Question

Sb2O5 + 4Fe2++ 6H+4Fe3+ + 2SbO++ 3H2O name of the element oxidized: name of the element reduced: formula of the oxidizing agent: formula of the reducing agent?

Answer 1

You got `Sb(+V)` reduced to `Sb(+III)`...

Explanation:

`Sb_2O_5 + 6H^+ +4e^(-) rarr 2SbO^(+) + 3H_2O(l)` `(i)`

Charge and mass are balanced so this is kosher...and there is a corresponding oxidation reaction....

`Fe^(2+) rarr Fe^(3+) + e^(-)` `(ii)`

And we add the equations together in such a way that the electrons, virtual particles of convenience, are eliminated......`(i)+4xx(ii)` gives....
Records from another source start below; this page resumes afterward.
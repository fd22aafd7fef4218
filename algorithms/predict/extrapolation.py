"""How far a kriged grid reaches beyond what its samples and its model support: the checks of every surface run.

Three counts, made block by block while :func:`.grid_surfaces.write_surfaces` writes the rasters:

- **Outside the model.** Under the model the field at a cell is Gaussian with the trend ``m(x)`` as its mean and
  the total sill ``s2`` as its variance, and a kriging prediction (a conditional mean) varies less than the field
  itself. A prediction more than :data:`TAIL_SDS` standard deviations ``s`` from ``m(x)`` (modelling scale) has,
  under the model, a probability below ``2 * Phi(-6) = 1.97e-9`` (the standard normal tail, Abramowitz & Stegun
  1964, *Handbook of Mathematical Functions*, 26.2.17 and table 26.1), so in a grid of a million cells not even
  one is expected. Such values come from unstable kriging weights (a smooth family without nugget, large
  weights of opposite sign), not from the data; those cells are set to nodata and counted, so a map never shows
  them as predictions. ``m(x)`` is the mean model fitted to the samples by ordinary least squares (unbiased for
  the trend under the model; the known value for a known mean).
- **Beyond the effective range.** Cells farther than the effective range from every sample (for each
  structure, in its anisotropy frame): their prediction is essentially the trend and their variance the sill.
- **Outside the data range.** Cells whose prediction (attribute units, as written) is below the smallest or
  above the largest sample value.

The distance from each cell to its nearest sample (working CRS units, Euclidean) is also kept for the optional
distance raster.
"""
from __future__ import annotations

from collections.abc import Sequence
from dataclasses import dataclass, field, replace

import numpy as np
from scipy.spatial import cKDTree

from ..model.covariance import CovarianceModel, search_frame
from ..model.mean import MeanModel
from ..model.transform import Transform
from .choice import LogLine

TAIL_SDS = 6.0
"""Standard deviations of the model from its trend beyond which a prediction is not one the model allows
(two-sided standard normal tail 1.97e-9; see the module docstring)."""
EXTRAPOLATION_SHARE = 0.01
"""Share of the mapped cells beyond the effective range, or outside the data range, above which the log warns
(our choice: a map whose every hundredth cell extrapolates needs a word)."""
MODEL_ADVICE = ("Refit with 'Fit covariance model' and another Covariance family (KERNEL: exponential or "
                "spherical instead of gaussian), or give the model file a positive nugget; with local kriging, "
                "NEIGHBOURS = 0 (every sample) or a different number of neighbours changes the weights.")
AREA_ADVICE = ("Limit the map to the samples with MAP_AREA = hull (and HULL_MARGIN), a MASK or a smaller EXTENT; "
               "read the variance beside the prediction there.")
POINT_ADVICE = "Read the variance and standard error beside the estimate at those points."
PLACE_WORDS = {"cell": ("mapped cells", "cell(s) are nodata", "per cell", AREA_ADVICE),
               "point": ("target points", "target point(s) get no value (NULL)", "per point", POINT_ADVICE)}
"""What :meth:`ExtrapolationCheck.lines` calls the places checked: the places, those left without a value, the
probability's unit and the advice when many extrapolate."""


@dataclass
class FieldCounts:
    """Counts of one field: cells set to nodata outside the model, cells below / above the data range."""

    outside_model: int = 0
    below: int = 0
    above: int = 0
    lowest: float = np.inf
    highest: float = -np.inf


@dataclass
class ExtrapolationCheck:
    """The samples and the model a grid is kriged from, and what the checks counted so far.

    Build it with :meth:`for_samples`; :func:`.grid_surfaces.write_surfaces` calls :meth:`screen`,
    :meth:`count_data_range` and :meth:`distances` per block; :meth:`lines` gives the log lines.

    Attributes
    ----------
    tree : cKDTree
        Of the sample coordinates (working CRS units).
    frames : list of (Structure, cKDTree)
        Each structure with the samples in its anisotropy frame (:func:`..model.covariance.search_frame`).
    mean : MeanModel
        The model's mean.
    coefficients : ndarray of shape (p, k)
        Least-squares trend coefficients, one column per field.
    sds : ndarray of shape (k,)
        Square root of each field's total sill (modelling scale).
    data_range : ndarray of shape (k, 2)
        Smallest and largest sample value of each field (attribute units).
    fields : list of str
        Field names, for the log.
    cells, beyond_range : int
        Cells checked so far, and those farther than the effective range from every sample.
    counts : list of FieldCounts
    covariate_range : ndarray of shape (c, 2)
        Smallest and largest value of each covariate column at the samples ((0, 2) without covariates).
    beyond_covariates : int
        Cells checked so far where a covariate column lies outside its range at the samples.
    """

    tree: cKDTree
    frames: list
    mean: MeanModel
    coefficients: np.ndarray
    sds: np.ndarray
    data_range: np.ndarray
    fields: list[str]
    cells: int = 0
    beyond_range: int = 0
    counts: list[FieldCounts] = field(default_factory=list)
    covariate_range: np.ndarray = field(default_factory=lambda: np.zeros((0, 2)))
    beyond_covariates: int = 0

    @classmethod
    def for_samples(cls, xy: np.ndarray, values: np.ndarray, covariance: CovarianceModel, mean: MeanModel,
                    transform: Transform, fields: Sequence[str], sill_factors: Sequence[float] | None = None,
                    covariates: np.ndarray | None = None) -> ExtrapolationCheck:
        """The check of a run kriging ``values`` (modelling scale, (n,) or (n, k)) at ``xy`` (n, 2).

        ``sill_factors`` scales the covariance's sill per field (a model shared by several fields at
        their own scales); 1 for each field when None. ``covariates`` are the mean's covariate columns at the
        samples, when it names any.
        """
        columns = np.asarray(values, dtype=float).reshape(len(xy), -1)
        design = mean.design(xy, covariates)
        residual = columns - mean.known_mean(1)[0]
        coefficients = (np.linalg.lstsq(design, residual, rcond=None)[0] if design.shape[1]
                        else np.zeros((0, columns.shape[1])))
        factors = np.ones(columns.shape[1]) if sill_factors is None else np.asarray(sill_factors, dtype=float)
        original = transform.back_median(columns)
        frames = [(structure, cKDTree(search_frame(structure, xy))) for structure in covariance.structures]
        ranges = np.zeros((0, 2)) if covariates is None else covariate_range(covariates)
        return cls(cKDTree(xy), frames, mean, coefficients, np.sqrt(covariance.sill * factors),
                   np.column_stack([original.min(axis=0), original.max(axis=0)]), list(fields),
                   counts=[FieldCounts() for _ in fields], covariate_range=ranges)

    def emptied(self) -> ExtrapolationCheck:
        """The same samples and model with nothing counted yet (the check of one block of a run kriged in
        separate tasks; :meth:`absorb` adds its counts to the run's)."""
        return replace(self, cells=0, beyond_range=0, counts=[FieldCounts() for _ in self.fields],
                       beyond_covariates=0)

    def absorb(self, part: ExtrapolationCheck) -> None:
        """Add the counts of ``part`` (an :meth:`emptied` copy that checked other cells) to these."""
        self.cells += part.cells
        self.beyond_range += part.beyond_range
        self.beyond_covariates += part.beyond_covariates
        for mine, theirs in zip(self.counts, part.counts):
            mine.outside_model += theirs.outside_model
            mine.below += theirs.below
            mine.above += theirs.above
            mine.lowest = min(mine.lowest, theirs.lowest)
            mine.highest = max(mine.highest, theirs.highest)

    def trend(self, centres: np.ndarray, covariates0: np.ndarray | None = None) -> np.ndarray:
        """The least-squares trend at ``centres`` (m, 2) with their covariate columns, one column per field
        (modelling scale)."""
        return self.mean.known_mean(1)[0] + self.mean.design(centres, covariates0) @ self.coefficients

    def screen(self, centres: np.ndarray, mean: np.ndarray, variance: np.ndarray,
               covariates0: np.ndarray | None = None) -> tuple[np.ndarray, np.ndarray]:
        """``mean`` (m, k) and ``variance`` (m, k) with NaN where a field's mean lies more than
        :data:`TAIL_SDS` standard deviations from its trend; those cells are counted, and every cell
        is counted beyond the effective range or not, and outside the covariates' range at the samples or not."""
        self.cells += len(centres)
        if covariates0 is not None and len(self.covariate_range):
            self.beyond_covariates += beyond_covariate_range(self.covariate_range, covariates0)
        beyond = np.ones(len(centres), bool)
        for structure, tree in self.frames:
            nearest, _ = tree.query(search_frame(structure, centres))
            beyond &= nearest > structure.effective_range
        self.beyond_range += int(np.count_nonzero(beyond))
        outside = np.abs(mean - self.trend(centres, covariates0)) > TAIL_SDS * self.sds
        for counts, column in zip(self.counts, outside.T):
            counts.outside_model += int(np.count_nonzero(column))
        return np.where(outside, np.nan, mean), np.where(outside, np.nan, variance)

    def count_data_range(self, column: int, prediction: np.ndarray) -> None:
        """Count the cells whose ``prediction`` (attribute units) lies outside field ``column``'s data range."""
        counts, (low, high) = self.counts[column], self.data_range[column]
        finite = prediction[np.isfinite(prediction)]
        counts.below += int(np.count_nonzero(finite < low))
        counts.above += int(np.count_nonzero(finite > high))
        if len(finite):
            counts.lowest = min(counts.lowest, float(finite.min()))
            counts.highest = max(counts.highest, float(finite.max()))

    def distances(self, centres: np.ndarray) -> np.ndarray:
        """Euclidean distance from each of ``centres`` (m, 2) to its nearest sample (working CRS units)."""
        return self.tree.query(centres)[0]

    def lines(self, units: str = "metre", places: str = "cell") -> list[LogLine]:
        """The log lines of the counts: warnings for cells outside the model and above
        :data:`EXTRAPOLATION_SHARE` of the cells extrapolated, information otherwise.

        ``places`` is ``"cell"`` (a grid) or ``"point"`` (target points), for the words of :data:`PLACE_WORDS`.
        """
        if not self.cells:
            return []
        checked, missing, each, advice = PLACE_WORDS[places]
        reach = max(structure.effective_range for structure, _ in self.frames)
        share = self.beyond_range / self.cells
        lines = [LogLine("warning" if share > EXTRAPOLATION_SHARE else "info",
                         f"{self.beyond_range:,} of {self.cells:,} {checked} ({share:.1%}) lie farther than the "
                         f"model's effective range ({reach:.4g} {units} along the major axis) from every sample: "
                         "there the prediction is the model's mean and the variance near the sill."
                         + (" " + advice if share > EXTRAPOLATION_SHARE else ""))]
        if self.beyond_covariates:
            lines.append(covariate_range_line(self.beyond_covariates, self.cells, checked))
        for name, counts, sd, (low, high) in zip(self.fields, self.counts, self.sds, self.data_range):
            if counts.outside_model:
                lines.append(LogLine("warning", f"{name}: {counts.outside_model:,} {missing}: their kriging "
                                     f"prediction lies more than {TAIL_SDS:g} standard deviations of the model "
                                     f"(square root of the sill, {sd:.4g} in the modelling scale) from the model's "
                                     f"mean, which a Gaussian field reaches with probability about 2e-9 {each}; "
                                     "the kriging weights are unstable there. " + MODEL_ADVICE))
            outside = counts.below + counts.above
            share = outside / self.cells
            span = (f"; the predictions span {counts.lowest:.4g} to {counts.highest:.4g}."
                    if counts.lowest <= counts.highest else ".")
            words = (f"{name}: {outside:,} {checked} ({share:.1%}) are predicted outside the range of the "
                     f"samples ({low:.4g} to {high:.4g}): {counts.below:,} below, {counts.above:,} above{span}")
            if share > EXTRAPOLATION_SHARE:
                lines.append(LogLine("warning", words + " Kriging beyond the data follows the model's mean and "
                                     "trend, not measurements. " + advice))
            else:
                lines.append(LogLine("info", words))
        return lines


def covariate_range(columns: np.ndarray) -> np.ndarray:
    """Smallest and largest value of each covariate column ``(n, c)`` at the samples: ``(c, 2)``."""
    columns = np.asarray(columns, dtype=float)
    return np.column_stack([np.min(columns, axis=0), np.max(columns, axis=0)])


def beyond_covariate_range(ranges: np.ndarray, columns: np.ndarray) -> int:
    """How many rows of ``columns`` ``(m, c)`` have a column outside its range ``ranges`` ``(c, 2)`` (NaN rows are
    not counted)."""
    low, high = np.asarray(ranges, dtype=float).T
    return int(np.count_nonzero(np.any((columns < low) | (columns > high), axis=1)))


def covariate_range_line(beyond: int, places: int, checked: str) -> LogLine:
    """The warning that ``beyond`` of ``places`` (called ``checked``, e.g. "mapped cells") extrapolate the trend."""
    return LogLine("warning", f"{beyond:,} of {places:,} {checked} ({beyond / places:.1%}) have a covariate value "
                   "outside the range seen at the samples: there the covariate trend is extrapolated, beyond what "
                   "the samples support. Read those places with care, or add samples there.")


def covariate_extrapolation(sample_columns: np.ndarray, columns: np.ndarray, places: str = "cell") -> list[LogLine]:
    """The log of places whose covariate columns ``(m, c)`` leave their range at the samples ``(n, c)``: one
    warning, or none when no place does. ``places`` as for :meth:`ExtrapolationCheck.lines`."""
    beyond = beyond_covariate_range(covariate_range(sample_columns), columns)
    return [covariate_range_line(beyond, len(columns), PLACE_WORDS[places][0])] if beyond else []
`4Fe^(2+)+Sb_2O_5 + 6H^+ +4e^(-) rarr 4Fe^(3+) + 2SbO^(+) + 3H_2O(l)+4e^(-)`

... gives finally....

`4Fe^(2+)+Sb_2O_5 + 6H^+ rarr 4Fe^(3+) + 2SbO^(+) + 3H_2O(l)`

Are charge and mass balanced? If the answer is NO, then we cannot accept the reaction as a model of reality.